Leopard Men

Leopard Men

This centuries-old cult in West Africa sacrificed its victims, drank their blood, and ate their flesh in a belief that such acts would grant them supernatural powers.

In the spiritual beliefs of many African tribes, the leopard is a powerful totem animal that guides the spirits of the dead to rest. For many centuries there has existed a leopard cult in West Africa, particularly in Nigeria and Sierra Leone, whose members kill as does the leopard, by slashing, gashing, and mauling their human prey with steel claws and knives. Once a victim has been chosen and the date and time of the killing agreed upon, the executioner, known as the Bati Yeli, is selected. The Bati Yeli wears the ritual leopard mask and a leopardskin robe. Preferably, the human sacrifice is performed at one of the leopard cult’s jungle shrines. After the cult has killed their victim, they drink the blood and eat the flesh. The cultists believe that a magical elixir known as borfima, which they brew from their victim’s intestines, grants them superhuman powers and enables them to transform into leopards.

The first serious outbreak of leopard-cult murders occurred shortly after World War I in Sierra Leone and Nigeria. The region’s white administrators captured and executed a number of the cult’s members and felt that the nasty business had been suppressed. In actual fact, the leopard men simply went underground, continuing to perform ritual murders sporadically every year over the next two decades.

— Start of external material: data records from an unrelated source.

"""The printed gill irrigation plan (ventset.gui.aquatic_print): the flow, the standing notice, every caution and
every assumption with its source, on one page or continued on a second, never dropped.

Checked from outside Qt with poppler-utils (pdftotext, pdftoppm, pdfinfo; installed by scripts/setup.sh --test).
"""

from __future__ import annotations

import re
import shutil
import subprocess
from datetime import datetime
from pathlib import Path

import pytest

from ventset import storage
from ventset.aquatic.irrigation import IrrigationRequest, plan_irrigation
from ventset.cli import main
from ventset.model import STANDING_NOTICE

aquatic_print = pytest.importorskip("ventset.gui.aquatic_print")

POPPLER = all(shutil.which(t) for t in ("pdftotext", "pdftoppm", "pdfinfo"))
needs_poppler = pytest.mark.skipif(not POPPLER, reason="pdftotext/pdftoppm/pdfinfo missing: run "
                                                       "'bash scripts/setup.sh --test' (Debian poppler-utils)")
WHEN = datetime(2024, 6, 3, 8, 15)
# The reference sheet's worked example (A5.3): a 2 kg koi at 20 °C in fresh water, resting 80 mg/kg/h, no stress
# factor: 0.98 L/min at extraction 0.3, 1.47 L/min at 0.2 (as in tests/test_aquatic_irrigation.py).
KOI = ["irrigate", "--species", "koi", "--mass", "2 kg", "--water-temperature", "20", "--salinity", "0", "--vo2", "80",
       "--demand-factor", "1", "--name", "Goldie <b>(invented)</b>"]


@pytest.fixture(autouse=True)
def _data_dir(tmp_path, monkeypatch):
    monkeypatch.setenv(storage.DATA_DIR_ENV, str(tmp_path / "data"))


def _text(pdf: Path, *extra: str) -> str:
    out = subprocess.run(["pdftotext", *extra, str(pdf), "-"], capture_output=True, text=True, check=True).stdout
    return " ".join(out.split())


def _squeezed(text: str) -> str:
    """Without white space or hyphens: a line may wrap after a slash, or after a hyphen that pdftotext then drops."""
    return "".join(text.split()).replace("-", "")


def _tile(pdf: Path, i: int) -> str:
    """The text inside the i-th large-type box of page 1 (pdftotext crops in points at its default 72 dpi)."""
    m = aquatic_print
    width = (595 - 2 * m.MARGIN - 3 * 6) / 4
    x, y = m.MARGIN + i * (width + 6), m.TOP + m.HEADER
    return _text(pdf, "-f", "1", "-l", "1", "-x", str(int(x) + 1), "-y", str(int(y) + 1), "-W", str(int(width) - 2),
                 "-H", "56")


def _pages(pdf: Path) -> int:
    meta = subprocess.run(["pdfinfo", str(pdf)], capture_output=True, text=True, check=True).stdout
    return int(re.search(r"^Pages:\s+(\d+)$", meta, re.M).group(1))


def _ink(png: Path) -> float:
    """The share of pixels that are not white in a rendered page."""
    from PySide6.QtGui import QImage

    img = QImage(str(png))
    assert not img.isNull() and img.width() > 400
    dark = sum(1 for y in range(0, img.height(), 3) for x in range(0, img.width(), 3)
               if img.pixelColor(x, y).lightness() < 200)
    return dark / ((img.height() // 3 + 1) * (img.width() // 3 + 1))


@needs_poppler
def test_irrigate_pdf_is_one_page_with_the_flow_and_the_standing_notice(qapp, tmp_path, capsys):
    pdf, case = tmp_path / "koi.pdf", tmp_path / "goldie.ventcase"
    assert main([*KOI, "--pdf", str(pdf), "--save", str(case)]) == 0
    assert f"wrote printed irrigation plan to {pdf}" in capsys.readouterr().err
    assert pdf.read_bytes().startswith(b"%PDF") and _pages(pdf) == 1
    text = _text(pdf)
    tiles = [_tile(pdf, i) for i in range(4)]  # the large-type numbers at the top, read from their boxes
    flow = float(re.fullmatch(r"Flow to set ([\d.]+) L/min .*mouth to gills", tiles[0]).group(1))
    assert flow == pytest.approx(0.98, abs=0.005)  # reference sheet A5.3
    lo, hi = map(float, re.match(r"Flow range ([\d.]+)-([\d.]+) L/min", tiles[1]).groups())
    assert (lo, hi) == pytest.approx((0.98, 1.47), abs=0.005)  # reference sheet A5.3: extraction 0.3 to 0.2
    assert tiles[2].startswith("O2 in the supply 9.09 mg/L")  # Garcia & Gordon 1992 at 20 °C, S 0 (sheet A5.3)
    assert tiles[3].startswith("O2 need 160 mg/h")  # 80 mg/kg/h × 2 kg × 1 (sheet A5.3)
    assert " ".join(STANDING_NOTICE.split()) in text
    assert "Goldie <b>(invented)</b>" in text  # user text is printed as typed, never as markup
    plan = plan_irrigation(IrrigationRequest("koi", 2.0, 20.0, 0.0, vo2_mg_kg_h=80.0, demand_factor=1.0))
    assert all(c.code in text for c in plan.cautions)
    assert all(_squeezed(a.source) in _squeezed(text) for a in plan.assumptions)  # every assumption's source
    assert "Veterinarian (name)" in text and "page 1 of 1" in text and "case goldie.ventcase" in text
    subprocess.run(["pdftoppm", "-png", "-r", "60", str(pdf), str(tmp_path / "page")], check=True)
    png = tmp_path / "page-1.png"
    assert png.exists() and 0.02 < _ink(png) < 0.5  # something is drawn, and not a black page


@needs_poppler
def test_a_long_plan_continues_on_a_second_page_and_drops_nothing(qapp, tmp_path):
    # A shark in poorly oxygenated sea water raises the most cautions: they and the sources need a second page.
    plan = plan_irrigation(IrrigationRequest("shark", 10.0, 24.0, 35.0, saturation_percent=60.0, duration_min=240,
                                             system_volume_l=200.0, name="Fin (invented)"))
    pdf = tmp_path / "shark.pdf"
    info = aquatic_print.write_irrigation_pdf(plan, pdf, when=WHEN)
    assert info.pages == _pages(pdf) == 2
    assert info.cautions == len(plan.cautions) and info.assumptions == len(plan.assumptions)
    text = _text(pdf)
    assert all(c.code in text for c in plan.cautions) and "RAM_VENTILATOR_NEEDS_CONTINUOUS_FLOW" in text
    assert all(_squeezed(f"{a.name}: ") in _squeezed(text) and _squeezed(a.source) in _squeezed(text)
               for a in plan.assumptions)
    for page in (1, 2):  # the standing notice and the patient on every page
        one = _text(pdf, "-f", str(page), "-l", str(page))
        assert " ".join(STANDING_NOTICE.split()) in one and "Fin (invented)" in one
        assert f"page {page} of 2" in one
    assert "Continued on page 2" in _text(pdf, "-f", "1", "-l", "1")
    assert "Gill irrigation plan (continued)" in _text(pdf, "-f", "2", "-l", "2")
    assert "printed 2024-06-03 08:15" in text


@needs_poppler
def test_us_letter_paper(qapp, tmp_path):
    plan = plan_irrigation(IrrigationRequest("koi", 2.0, 20.0, 0.0))
    pdf = tmp_path / "letter.pdf"
    info = aquatic_print.write_irrigation_pdf(plan, pdf, when=WHEN, paper="Letter")
    meta = subprocess.run(["pdfinfo", str(pdf)], capture_output=True, text=True, check=True).stdout
    assert re.search(r"Page size:\s+612(\.\d+)? x 792(\.\d+)? pts", meta) and info.pages == _pages(pdf) == 1
    assert "Flow to set" in _text(pdf) and _squeezed(STANDING_NOTICE) in _squeezed(_text(pdf))


def test_an_unwritable_pdf_is_one_line(qapp, tmp_path, capsys):
    assert main([*KOI, "--pdf", str(tmp_path / "no" / "x.pdf")]) == 2
    err = capsys.readouterr().err
    assert err.count("\n") == 1 and "does not exist" in err and "Traceback" not in err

In 1946 there were forty-eight cases of murder and attempted murder committed by the leopard cult. Very much like the Mau Mau in Kenya, the leopard men had begun directing many of their attacks against whites, seemingly as a demonstration to the native population that the cult had no fear of the police or of the white rulers. The trend continued during the first seven months of 1947, when there were forty-three known ritual killings performed by the cult.

Early in 1947 Terry Wilson, who had been the district officer of a province in eastern Nigeria for only six months, discovered that the leopard men had begun operating in his jurisdiction, claiming mainly young women as their victims. When Wilson raided the house of a local chief named Nagogo, his men found a leopard mask, a leopardskin robe, and a steel claw. And when, acting on a tip from an informer, Wilson ordered his police officers to dig near the chief’s house, they found the remains of thirteen victims. The chief was put in prison to await trial, and Wilson set out to put an end to the leopard men’s reign of terror.

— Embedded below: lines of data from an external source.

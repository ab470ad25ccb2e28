"""A desktop program's conventions in the window: Edit ▸ Cut/Copy/Paste/Select all on the focused field, recent
cases by name (path on hover) with Clear, no undo across Open, the About box, Help ▸ User guide (F1), the icon."""

from __future__ import annotations

import re
import tomllib
from pathlib import Path

import pytest

from ventset import __version__, cases, storage
from ventset.model import STANDING_NOTICE

pytest.importorskip("PySide6")
from PySide6.QtCore import Qt  # noqa: E402
from PySide6.QtGui import QGuiApplication, QKeySequence  # noqa: E402
from PySide6.QtWidgets import QApplication, QLabel  # noqa: E402

from tests.gui.conftest import settle  # noqa: E402

ROOT = Path(__file__).resolve().parents[2]


@pytest.fixture
def win(qtbot, tmp_path, monkeypatch):
    monkeypatch.setenv(storage.DATA_DIR_ENV, str(tmp_path / "data"))
    from ventset.gui import case_ui
    from ventset.gui.settings import open_settings
    from ventset.gui.window import MainWindow

    w = MainWindow(open_settings())
    qtbot.addWidget(w)
    manager = case_ui.install(w, offer_recovery=False)
    manager.warn = manager.inform = lambda *a: None
    manager.ask_save_discard_cancel = lambda: "discard"
    w.resize(1366, 768)
    w.show()
    qtbot.waitExposed(w)
    settle(w)
    return w


def _focus(widget) -> None:
    widget.setFocus(Qt.FocusReason.OtherFocusReason)
    QApplication.processEvents()
    assert QApplication.focusWidget() is widget


def test_edit_menu_cuts_copies_and_pastes_in_the_focused_field(win):
    acts = win.edit_actions
    assert [acts[k].shortcut() for k in ("cut", "copy", "paste", "select_all")] == [
        QKeySequence(QKeySequence.StandardKey.Cut), QKeySequence(QKeySequence.StandardKey.Copy),
        QKeySequence(QKeySequence.StandardKey.Paste), QKeySequence(QKeySequence.StandardKey.SelectAll)]
    mass = win.form.rows["mass"].edit
    _focus(mass)
    acts["select_all"].trigger()
    acts["copy"].trigger()
    assert QGuiApplication.clipboard().text() == mass.text() == "4.2"
    name = win.form.name_edit
    _focus(name)
    acts["select_all"].trigger()
    QGuiApplication.clipboard().setText("Bramble (invented)")
    acts["paste"].trigger()
    settle(win)
    assert win.controller.request.patient.name == "Bramble (invented)"  # a paste is an edit: the plan follows
    win.undo.undo()
    settle(win)
    assert win.controller.request.patient.name == "Pickle (demo)"  # and one undo step
    _focus(mass)
    acts["select_all"].trigger()
    acts["cut"].trigger()
    settle(win)
    assert mass.text() == "" and QGuiApplication.clipboard().text() == "4.2" and win.controller.stale
    table = win.assumptions
    win.tabs.setCurrentWidget(table)
    _focus(table)
    table.selectRow(0)
    acts["copy"].trigger()
    first = win.controller.plan.assumptions[0]
    assert QGuiApplication.clipboard().text().split("\t")[0] == first.name
    from ventset.gui import editing

    assert not editing.available("paste") and not editing.available("cut")  # a table takes no paste


def test_recent_cases_show_names_with_the_path_on_hover_and_can_be_cleared(win, tmp_path):
    manager = win.case_manager
    paths = [tmp_path / "ward a" / "pickle.ventcase", tmp_path / "ward b" / "pickle.ventcase",
             tmp_path / "moth.ventcase"]
    for p in reversed(paths):
        p.parent.mkdir(parents=True, exist_ok=True)
        assert cases.add_recent(p) == ""
    manager.fill_recent()
    entries = [a for a in manager.recent_menu.actions() if a.data()]
    labels = [re.sub(r"^&\d ", "", a.text()) for a in entries]
    assert labels == ["pickle.ventcase — ward a", "pickle.ventcase — ward b", "moth.ventcase"]
    for a, p in zip(entries, paths, strict=True):
        assert str(p.resolve()) in a.toolTip() and "/" not in a.text().replace(" — ", "")
    clear = manager.recent_menu.findChild(type(entries[0]), "act-clear-recent") or next(
        a for a in manager.recent_menu.actions() if a.objectName() == "act-clear-recent")
    clear.trigger()
    assert cases.recent_files() == [] and all(p.parent.is_dir() for p in paths)
    manager.fill_recent()
    assert [a.text() for a in manager.recent_menu.actions()] == ["No recent cases"]


def test_undo_never_crosses_into_the_case_opened_before(win, tmp_path):
    manager = win.case_manager
    other = tmp_path / "moth.ventcase"
    win.form.set_text("mass", "6")
    settle(win)
    manager.save_as = lambda: None
    req = win.controller.request
    import dataclasses

    moth = dataclasses.replace(req, patient=dataclasses.replace(req.patient, name="Moth (invented)", mass_kg=3.3))
    cases.save_case(other, cases.make_case(moth, None, library=win.library))
    win.form.set_text("mass", "7")
    settle(win)
    assert win.undo.canUndo()
    assert manager.open_path(other)
    settle(win)
    assert not win.undo.canUndo() and win.undo.count() == 0
    win.undo.undo()
    settle(win)
    assert win.controller.request.patient.name == "Moth (invented)" and win.controller.request.patient.mass_kg == 3.3


def test_about_box_has_version_licence_notice_and_where_the_numbers_come_from(win, qtbot):
    from ventset.about import source_counts, source_kind
    from ventset.gui.help_ui import AboutDialog

    dialog = AboutDialog(win)
    qtbot.addWidget(dialog)
    text = "\n".join(lab.text() for lab in dialog.findChildren(QLabel))
    licence = tomllib.loads((ROOT / "pyproject.toml").read_text())["project"]["license"]
    assert f"ventset {__version__}" in text and f"{licence} licence" in text
    assert STANDING_NOTICE in text and "not a prescription" in text
    assert f"{len(win.library.species)} species" in text and f"version {win.library.species_version}" in text
    counts = source_counts(win.library)
    assert f"{counts['from memory']} from memory" in text and f"{counts['common practice']} common practice" in text
    for lab in dialog.findChildren(QLabel):
        assert lab.textFormat() == Qt.TextFormat.PlainText or lab.pixmap() is not None and not lab.text()
    assert source_kind("Kleiber 1947") == "published" and source_kind("common practice") == "common practice"
    assert source_kind("from memory; check") == "from memory"
    # every species entry names a source for its tidal volume range (resources/species.toml, read directly)
    species = tomllib.loads((ROOT / "resources" / "species.toml").read_text())["species"]
    assert sum(counts.values()) >= len(species) * 3
    assert not dialog.windowIcon().isNull()


def test_help_opens_the_bundled_user_guide_inside_the_app(win, qtbot):
    from ventset.resources import docs_dir

    assert win.act_guide.shortcut() == QKeySequence(QKeySequence.StandardKey.HelpContents)
    win.act_guide.trigger()
    guide = win._guide
    qtbot.addWidget(guide)
    assert guide.isVisible()
    shown = guide.browser.toPlainText()
    first_heading = (docs_dir() / "user-guide.md").read_text().splitlines()[0].lstrip("# ").strip()
    assert first_heading in shown and "Caution codes" in shown
    assert Path(guide.browser.source().toLocalFile()) == docs_dir() / "user-guide.md"
    assert guide.show_document("titration.md") and "titration.md" in guide.browser.source().toLocalFile()
    assert guide.back.isEnabled()
    guide.browser.backward()
    assert guide.browser.source().toLocalFile().endswith("user-guide.md")


def test_window_has_the_desktop_icon(win):
    from ventset.desktop import icon_path

    assert icon_path().is_file() and not win.windowIcon().isNull()
    assert not win.windowIcon().pixmap(64, 64).isNull()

Although Wilson received two hundred additional police officers as reinforcements, the leopard men became increasingly bold in their nocturnal attacks. One night they defied the police by sacrificing a female victim inside the police compound and got away without being seen. The inhabitants of the region lost all confidence in the police and their ability to stop the powerful leopard men. Even some of Wilson’s men began to believe that the cultists might truly have the ability to shape-shift into leopards and to fade unseen into the shadows.

By mid-August 1947 Wilson knew that his men were becoming unnerved, so he decided to attempt to set a trap for the leopard men. On the path to a village where several slayings had taken place, Wilson sent one of his best men, posing as the son of a native woman. The two walked side by side toward the village while Wilson and a dozen other officers concealed themselves in the bushes at the side of the path.

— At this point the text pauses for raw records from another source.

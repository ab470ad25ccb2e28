"""No user text is ever rendered as markup in the window (issue 10 items 1–2), and autosave follows each edit
(item 9).

A case whose patient, custom species and part names are markup is opened; every QLabel, read-out, tooltip and
table cell is then checked: a label that shows such a name is plain text (or, where the window builds rich text,
shows the name's characters literally), and no tooltip holding a raw name would be taken for rich text.
"""

from __future__ import annotations

import dataclasses

import pytest

from ventset import autosave, cases, storage
from ventset.library import load_library
from ventset.model import ApparatusPart, Circuit, Patient, Request

pytest.importorskip("PySide6")
from PySide6.QtCore import Qt  # noqa: E402
from PySide6.QtGui import Qt as GuiQt  # noqa: E402
from PySide6.QtGui import QTextDocument  # noqa: E402
from PySide6.QtWidgets import QAbstractItemView, QLabel, QMessageBox, QWidget  # noqa: E402

from ventset.gui.text import Text  # noqa: E402

HOSTILE = ('<img src="/dev/zero">', "<b>x</b>", '<a href="x">y</a>')
LIB = load_library()


def hostile_request() -> Request:
    return Request(Patient("dog", 20.0, name=HOSTILE[0], custom_species=HOSTILE[1]),
                   Circuit(parts=(ApparatusPart(HOSTILE[2], 3.0, HOSTILE[1]), ApparatusPart(HOSTILE[1], 2.0))))


def _rendered(text: str) -> str:
    doc = QTextDocument()
    doc.setHtml(text)
    return doc.toPlainText()


def _columns(model) -> int:
    try:
        return model.columnCount()
    except TypeError:  # a list widget's model keeps columnCount private: it has one column
        return 1


def markup_problems(root: QWidget) -> list[str]:
    """Every place under ``root`` where a hostile name would be rendered as markup."""
    problems = []
    widgets = [root, *root.findChildren(QWidget)]
    for w in widgets:
        if isinstance(w, QLabel) and w.text():
            raw = w.text()
            rich = w.textFormat() == Qt.TextFormat.RichText or (
                w.textFormat() == Qt.TextFormat.AutoText and GuiQt.mightBeRichText(raw))
            if w.textFormat() != Qt.TextFormat.PlainText and any(h in raw for h in HOSTILE):
                problems.append(f"label {w.objectName() or raw[:40]!r} renders a name as markup")
            if w.textFormat() == Qt.TextFormat.AutoText:
                problems.append(f"label {w.objectName() or raw[:40]!r} leaves the format to Qt's guess")
            if rich and any(h in raw for h in HOSTILE):
                problems.append(f"rich label {raw[:40]!r}")
        if isinstance(w, Text) and any(h in w.text() for h in HOSTILE) and w.plainText() != w.text():
            problems.append(f"read-out {w.objectName()!r} drops characters of a name")
        tip = w.toolTip()
        if tip and any(h in tip for h in HOSTILE) and GuiQt.mightBeRichText(tip):
            problems.append(f"tooltip of {type(w).__name__} {w.objectName()!r} renders a name as markup")
        if isinstance(w, QAbstractItemView) and w.model() is not None:
            model = w.model()
            for r in range(model.rowCount()):
                for c in range(_columns(model)):
                    tip = model.index(r, c).data(Qt.ItemDataRole.ToolTipRole) or ""
                    if any(h in tip for h in HOSTILE) and GuiQt.mightBeRichText(tip):
                        problems.append(f"cell tooltip {tip[:40]!r}")
    return problems


def shown_literally(root: QWidget) -> set[str]:
    """The hostile names that appear, character for character, somewhere a person reads."""
    seen = set()
    for w in [root, *root.findChildren(QWidget)]:
        texts = []
        if isinstance(w, QLabel):
            texts.append(w.text() if w.textFormat() == Qt.TextFormat.PlainText else _rendered(w.text()))
        if isinstance(w, Text):
            texts.append(w.plainText())
        if w.toolTip():
            texts.append(_rendered(w.toolTip()) if GuiQt.mightBeRichText(w.toolTip()) else w.toolTip())
        seen |= {h for h in HOSTILE for t in texts if h in t}
    return seen


@pytest.fixture
def make_window(qtbot, tmp_path, monkeypatch):
    monkeypatch.setenv("VENTSET_SETTINGS_DIR", str(tmp_path / "settings"))
    monkeypatch.setenv(storage.DATA_DIR_ENV, str(tmp_path / "data"))
    from ventset.gui.window import MainWindow, install_extensions

    made = []

    def make():
        window = MainWindow()
        qtbot.addWidget(window)
        window.resize(1400, 900)
        window.show()
        install_extensions(window)
        manager = window.case_manager
        manager.warn = manager.inform = lambda *a: None
        manager.ask_save_discard_cancel = lambda: "discard"
        made.append(manager)
        return window, manager

    yield make
    for manager in made:
        manager.close_session()


def test_a_case_with_markup_names_renders_no_markup_anywhere(make_window, qtbot, tmp_path):
    window, manager = make_window()
    path = tmp_path / "hostile.ventcase"
    cases.save_case(path, cases.case_for_request(hostile_request(), LIB))
    assert manager.open_path(path)
    window.controller.flush()
    for i in range(window.tabs.count()):  # every tab drawn once
        window.tabs.setCurrentIndex(i)
        qtbot.wait(1)
    assert markup_problems(window) == []
    assert shown_literally(window) == set(HOSTILE)  # the names are there, as typed
    dialog = manager.parts_dialog()
    assert markup_problems(dialog) == []
    dialog.close()


def test_the_restore_question_shows_a_markup_name_as_text_and_does_not_hang(make_window, tmp_path, monkeypatch):
    folder = tmp_path / "data" / "autosave"
    folder.mkdir(parents=True)
    left = autosave.AutosaveSession(folder)
    left.save(cases.case_for_request(hostile_request(), LIB))
    left._lock.close()  # the window that wrote it is gone (as after a crash)
    left._lock = None
    boxes = []

    def answer(box):
        boxes.append([(lab.textFormat(), lab.text()) for lab in box.findChildren(QLabel)])
        return 0

    monkeypatch.setattr(QMessageBox, "exec", answer)
    window, manager = make_window()
    (rec,) = autosave.find_recoverable(folder, exclude=manager.session)
    assert manager.ask_restore(rec) == "later"
    texts = [t if fmt == Qt.TextFormat.PlainText else _rendered(t) for fmt, t in boxes[0]]
    assert any(HOSTILE[0] in t for t in texts)
    assert not any(fmt != Qt.TextFormat.PlainText and HOSTILE[0] in t for fmt, t in boxes[0])
    manager.ask_restore = lambda rec: "restore"
    assert manager.offer_recovery()
    window.controller.flush()
    assert window.controller.request.patient.name == HOSTILE[0] and markup_problems(window) == []


def test_autosave_follows_an_edit_within_moments_not_only_on_the_timer(make_window, qtbot):
    window, manager = make_window()
    manager.timer.stop()  # only the debounce may save here
    manager.debounce.setInterval(50)
    req = window.controller.request
    window.controller.set_request(dataclasses.replace(req, patient=dataclasses.replace(req.patient, mass_kg=7.5)))
    window.controller.flush()
    assert manager.debounce.isActive()
    qtbot.waitUntil(lambda: manager.session.path.exists(), timeout=5000)
    rec = autosave._read(manager.session.path)
    assert rec.case.request.patient.mass_kg == 7.5


def test_every_edit_restarts_the_debounce(make_window):
    window, manager = make_window()
    manager.timer.stop()
    manager.debounce.setInterval(60_000)
    req = window.controller.request
    for kg in (5.0, 6.0):
        window.controller.set_request(dataclasses.replace(req, patient=dataclasses.replace(req.patient, mass_kg=kg)))
        window.controller.flush()
        assert manager.debounce.isActive() and manager.debounce.remainingTime() > 50_000
    assert not manager.session.path.exists()
    manager.debounce.timeout.emit()
    assert manager.session.path.exists()


@pytest.mark.parametrize("raw", [
    b'{"format": "ventset-case", "schema_version": 1, "request": {"patient": {"species": "dog", "mass_kg": 1'
    + b"0" * 400 + b"}}}",
    b'{"format": "ventset-case", "schema_version": 1, "request": {"patient": {"species": "dog", "mass_kg": 20},'
    b' "circuit": {"parts": [7]}}}',
    b'{"format": "ventset-case", "schema_version": 1, "request": {"patient": {"species": "dog", "mass_kg": 20,'
    b' "name": "Rex\\u202e"}}}',
])
def test_open_refuses_a_malformed_case_and_leaves_the_window_as_it_was(make_window, tmp_path, raw):
    window, manager = make_window()
    shown = []
    manager.warn = lambda title, text: shown.append(text)
    before = window.controller.request
    path = tmp_path / "bad.ventcase"
    path.write_bytes(raw)
    assert manager.open_path(path) is False
    assert window.controller.request == before and path.read_bytes() == raw
    assert shown and "cannot open" in shown[0] and "unchanged" in shown[0]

Suddenly a tall man in leopard robes charged the couple, swinging a large club. The young police officer struggled with the leopard man, but before Wilson and the other men could arrive on the scene, the cultist had smashed the officer’s skull with the club and fled into the bushes.

On a hunch, Wilson told his men to leave the officer’s body in the bushes beside the path. Dismissing the others, Wilson hid in the brush.

Around midnight, just as Wilson was about to return to the compound, a nightmarish figure crawling on all fours emerged from the jungle, pounced on the young officer’s corpse, and began clawing at his face like a leopard. But rather than claws raking the body, Wilson caught the glint of a two-pronged steel claw in the moonlight. The killer had returned to complete the cult ritual of sacrifice. Wilson advanced on the leopard man, and the robed murderer snarled as if he were truly a big cat. When he came at him with the two-pronged claw, Wilson shot him in the chest.

Wilson had provided the people with proof that the leopard men were not supernatural beings. The members of the cult did not have magic that could make them impervious to bullets. They were, after all, men of flesh and blood—savage, bestial, and vicious—but men, nonetheless. Once word had spread that the district officer had killed one of the leopard men, witnesses began to come forward in great numbers with clues to the identity of cult members and the possible location of a secret jungle shrine.

During February 1948 seventy-three initiated members of the cult were arrested and sent to prison. Eventually thirty-nine of them were sentenced to death and hanged in Abak Prison, their executions witnessed by a number of local tribal chiefs who could testify to their villages that the leopard men were not immortal.